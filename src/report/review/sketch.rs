//! The course of a headroom in a few lines of characters.

use std::fmt;

use super::{
    clock::Clock,
    figures::{lasting, room},
};
use crate::{desk::State, review::Series};

/// Columns of the drawing.
const COLUMNS: i64 = 80;
const LINES: usize = 5;
const EIGHTHS: [char; 9] = [' ', '▁', '▂', '▃', '▄', '▅', '▆', '▇', '█'];

/// The lowest headroom in each column of time, and under it the worst state.
pub(super) struct Sketch<'a> {
    pub series: &'a Series,
    pub clock: Clock,
}

/// What a column shows.
#[derive(Clone, Copy, Default)]
struct Column {
    headroom_mw: Option<f64>,
    state: Option<State>,
}

impl Sketch<'_> {
    /// Seconds of a column, and when the first begins.
    fn scale(&self) -> Option<(i64, i64)> {
        let (first, last) = (self.series.slots.first()?.at_s, self.series.slots.last()?.at_s);
        let slots = (last - first) / self.series.slot_s + 1;
        Some(((slots + COLUMNS - 1) / COLUMNS * self.series.slot_s, first))
    }

    fn columns(&self, width_s: i64, first: i64) -> Vec<Column> {
        let mut columns = Vec::new();
        for slot in &self.series.slots {
            let place = ((slot.at_s - first) / width_s).clamp(0, COLUMNS - 1);
            let place = usize::try_from(place).unwrap_or(0);
            columns.resize(columns.len().max(place + 1), Column::default());
            let column = &mut columns[place];
            let lowest = slot.headroom_mw.map(|[low, _]| low);
            column.headroom_mw = match (column.headroom_mw, lowest) {
                (Some(one), Some(other)) => Some(one.min(other)),
                (one, other) => one.or(other),
            };
            if column.state.is_none_or(|state| slot.state.severity() > state.severity()) {
                column.state = Some(slot.state);
            }
        }
        columns
    }
}

impl fmt::Display for Sketch<'_> {
    fn fmt(&self, f: &mut fmt::Formatter<'_>) -> fmt::Result {
        let Some((width_s, first)) = self.scale() else { return Ok(()) };
        let columns = self.columns(width_s, first);
        // Few columns are drawn wide.
        let wide = usize::try_from(COLUMNS).unwrap_or(0) / columns.len().max(1);
        let columns: Vec<_> = columns.into_iter().flat_map(|column| std::iter::repeat_n(column, wide)).collect();
        let highest = columns.iter().filter_map(|column| column.headroom_mw).fold(0.0, f64::max);
        writeln!(f, "\n  lowest headroom in each {}, MW", lasting(1000 * width_s))?;
        if highest > 0.0 {
            for line in (0..LINES).rev() {
                let label = match line {
                    _ if line == LINES - 1 => room(highest),
                    0 => "0".into(),
                    _ => String::new(),
                };
                let drawn: String = columns.iter().map(|column| cell(column.headroom_mw, highest, line)).collect();
                writeln!(f, "  {label:>8} │{}", drawn.trim_end())?;
            }
        }
        let states: String = columns.iter().map(|column| column.state.map_or(' ', letter)).collect();
        writeln!(f, "  {:>8} │{}", "state", states.trim_end())?;
        let time =
            |at_s: i64| chrono::DateTime::from_timestamp(at_s, 0).map_or(String::new(), |time| self.clock.when(time));
        let last = self.series.slots.last().map_or(first, |slot| slot.at_s + self.series.slot_s);
        let [begin, end] = [first, last].map(time);
        let gap = columns.len().saturating_sub(begin.chars().count());
        writeln!(f, "  {:>8}  {begin}{end:>gap$}", "")?;
        writeln!(f, "  {:>8}  · ample, t thin, S spent, b blind, blank: no data", "")
    }
}

/// The part of a column that is in a line, in eighths.
fn cell(headroom_mw: Option<f64>, highest: f64, line: usize) -> char {
    let eighths = headroom_mw.map_or(0.0, |mw| (mw / highest).clamp(0.0, 1.0)) * (8 * LINES) as f64;
    // Between 0 and 40.
    #[allow(clippy::cast_possible_truncation, clippy::cast_sign_loss)]
    let eighths = eighths.round() as usize;
    EIGHTHS[eighths.saturating_sub(8 * line).min(8)]
}

fn letter(state: State) -> char {
    match state {
        State::Ample => '·',
        State::Thin => 't',
        State::Spent => 'S',
        State::Blind => 'b',
    }
}
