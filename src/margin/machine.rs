//! Two swinging sides as one machine (Kimbark 1948, vol. 1, ch. 4).

use std::f64::consts::TAU;

/// The equivalent inertia and how much of each side's power counts in P_e.
#[derive(Debug, Clone, Copy, PartialEq)]
pub struct Machine {
    /// M of M δ'' = P_m − P_e, MW·s²/rad; infinite where both sides are.
    pub inertia: f64,
    /// a = W_i/(W_x + W_i).
    pub exporter_share: f64,
    /// b = 1 − a.
    pub importer_share: f64,
}

impl Machine {
    /// From the stored energies of exporter and importer, MW·s (`None`: infinite), and the frequency, Hz.
    pub fn new(stored_energy_mws: [Option<f64>; 2], frequency_hz: f64) -> Self {
        let (energy, exporter_share) = match stored_energy_mws {
            [None, None] => (f64::INFINITY, 0.5),
            [Some(exporter), None] => (exporter, 1.0),
            [None, Some(importer)] => (importer, 0.0),
            [Some(exporter), Some(importer)] => {
                (exporter * importer / (exporter + importer), importer / (exporter + importer))
            }
        };
        Self { inertia: 2.0 * energy / (TAU * frequency_hz), exporter_share, importer_share: 1.0 - exporter_share }
    }
}
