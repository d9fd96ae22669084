//! How a review writes numbers and names for people.

use crate::config::wording::is_unprintable;

/// Characters of a name that are shown.
pub(super) const LONGEST_NAME: usize = 60;
/// Characters of a sentence that are shown.
pub(super) const LONGEST_SENTENCE: usize = 300;
/// Stands for a headroom where a change leaves no balance.
pub(super) const NO_BALANCE: &str = "no balance";
/// Stands where there is no value.
pub(super) const NONE: &str = "–";

/// Text from outside, cut where it is long, without what could steer a terminal or turn the direction of writing.
pub(super) fn plain(text: &str, longest: usize) -> String {
    // Not characters by the standard, so that no markup may have them.
    let is_none = |c: char| is_unprintable(c) || matches!(c, '\u{fffe}' | '\u{ffff}');
    let shown: String = text.chars().take(longest).map(|c| if is_none(c) { '·' } else { c }).collect();
    if text.chars().nth(longest).is_some() { shown + "…" } else { shown }
}

pub(super) fn name(text: &str) -> String {
    plain(text, LONGEST_NAME)
}

/// Whole megawatts with a proper minus.
pub(super) fn mw(mw: f64) -> String {
    number(mw.round(), 0)
}

/// Megawatts of room: never more than there are.
pub(super) fn room(mw: f64) -> String {
    number(mw.floor(), 0)
}

pub(super) fn minutes(minutes: f64) -> String {
    number(minutes, 1)
}

pub(super) fn minutes_of(ms: i64) -> String {
    minutes(ms as f64 / 60_000.0)
}

/// So many of something.
pub(super) fn counted(count: u64, what: &str) -> String {
    format!("{count} {what}{}", if count == 1 { "" } else { "s" })
}

/// A difference, with its sign.
pub(super) fn signed(value: f64, places: usize) -> String {
    let text = number(value, places);
    if value > 0.0 && text.chars().any(|c| ('1'..='9').contains(&c)) { format!("+{text}") } else { text }
}

pub(super) fn number(value: f64, places: usize) -> String {
    let text = if value.abs() < 1e12 { format!("{value:.places$}") } else { format!("{value:.3e}") };
    match text.strip_prefix('-') {
        Some(zero) if zero.chars().all(|c| matches!(c, '0' | '.')) => zero.to_owned(),
        Some(positive) => format!("−{positive}"),
        None => text,
    }
}

/// A part of a whole, 0 to 1, as percentage: all and nothing only where it is so.
pub(super) fn share(part: f64) -> String {
    match part {
        _ if part > 0.0 && part < 0.0005 => "<0.1 %".into(),
        _ if part < 1.0 && part > 0.9995 => ">99.9 %".into(),
        _ => format!("{:.1} %", 100.0 * part),
    }
}

/// A stretch of time.
pub(super) fn lasting(ms: i64) -> String {
    let minutes = ms / 60_000;
    match (minutes / 1440, minutes / 60 % 24, minutes % 60) {
        (0, 0, 0) => format!("{} s", ms / 1000),
        (0, 0, minutes) => format!("{minutes} min"),
        (0, hours, minutes) => format!("{hours} h {minutes:02} min"),
        (days, hours, _) => format!("{days} d {hours} h"),
    }
}

#[cfg(test)]
mod tests {
    use super::*;

    #[test]
    fn nothing_is_said_that_is_not_so() {
        assert_eq!([-3.2, -0.4, 0.9, 1e300].map(room), ["−4", "−1", "0", "1.000e300"]);
        assert_eq!([0.0, 1e-9, 0.5, 0.999_999, 1.0].map(share), ["0.0 %", "<0.1 %", "50.0 %", ">99.9 %", "100.0 %"]);
        assert_eq!([0.04, -0.04, 1.25, -1.5].map(|value| signed(value, 1)), ["0.0", "0.0", "+1.2", "−1.5"]);
        assert_eq!(
            [999, 59_999, 3_599_000, 3_660_000, 90_000_000].map(lasting),
            ["0 s", "59 s", "59 min", "1 h 01 min", "1 d 1 h"]
        );
    }

    #[test]
    fn names_stay_names() {
        assert_eq!(name("a\u{1b}[31mb\u{202e}c\u{fffe}"), "a·[31mb·c·");
        assert_eq!(name(&"x".repeat(10_000)).chars().count(), LONGEST_NAME + 1);
    }
}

- _What you are asked to do_
Using the listing above, copy exactly the line that contains "pub(super) fn minutes(minutes: f64)", the line that contains "let minutes = ms / 60_000;", and each line that falls between them.

- _Completed task_
pub(super) fn minutes(minutes: f64) -> String {
    number(minutes, 1)
}

pub(super) fn minutes_of(ms: i64) -> String {
    minutes(ms as f64 / 60_000.0)
}

/// So many of something.
pub(super) fn counted(count: u64, what: &str) -> String {
    format!("{count} {what}{}", if count == 1 { "" } else { "s" })
}

/// A difference, with its sign.
pub(super) fn signed(value: f64, places: usize) -> String {
    let text = number(value, places);
    if value > 0.0 && text.chars().any(|c| ('1'..='9').contains(&c)) { format!("+{text}") } else { text }
}

pub(super) fn number(value: f64, places: usize) -> String {
    let text = if value.abs() < 1e12 { format!("{value:.places$}") } else { format!("{value:.3e}") };
    match text.strip_prefix('-') {
        Some(zero) if zero.chars().all(|c| matches!(c, '0' | '.')) => zero.to_owned(),
        Some(positive) => format!("−{positive}"),
        None => text,
    }
}

/// A part of a whole, 0 to 1, as percentage: all and nothing only where it is so.
pub(super) fn share(part: f64) -> String {
    match part {
        _ if part > 0.0 && part < 0.0005 => "<0.1 %".into(),
        _ if part < 1.0 && part > 0.9995 => ">99.9 %".into(),
        _ => format!("{:.1} %", 100.0 * part),
    }
}

/// A stretch of time.
pub(super) fn lasting(ms: i64) -> String {
    let minutes = ms / 60_000;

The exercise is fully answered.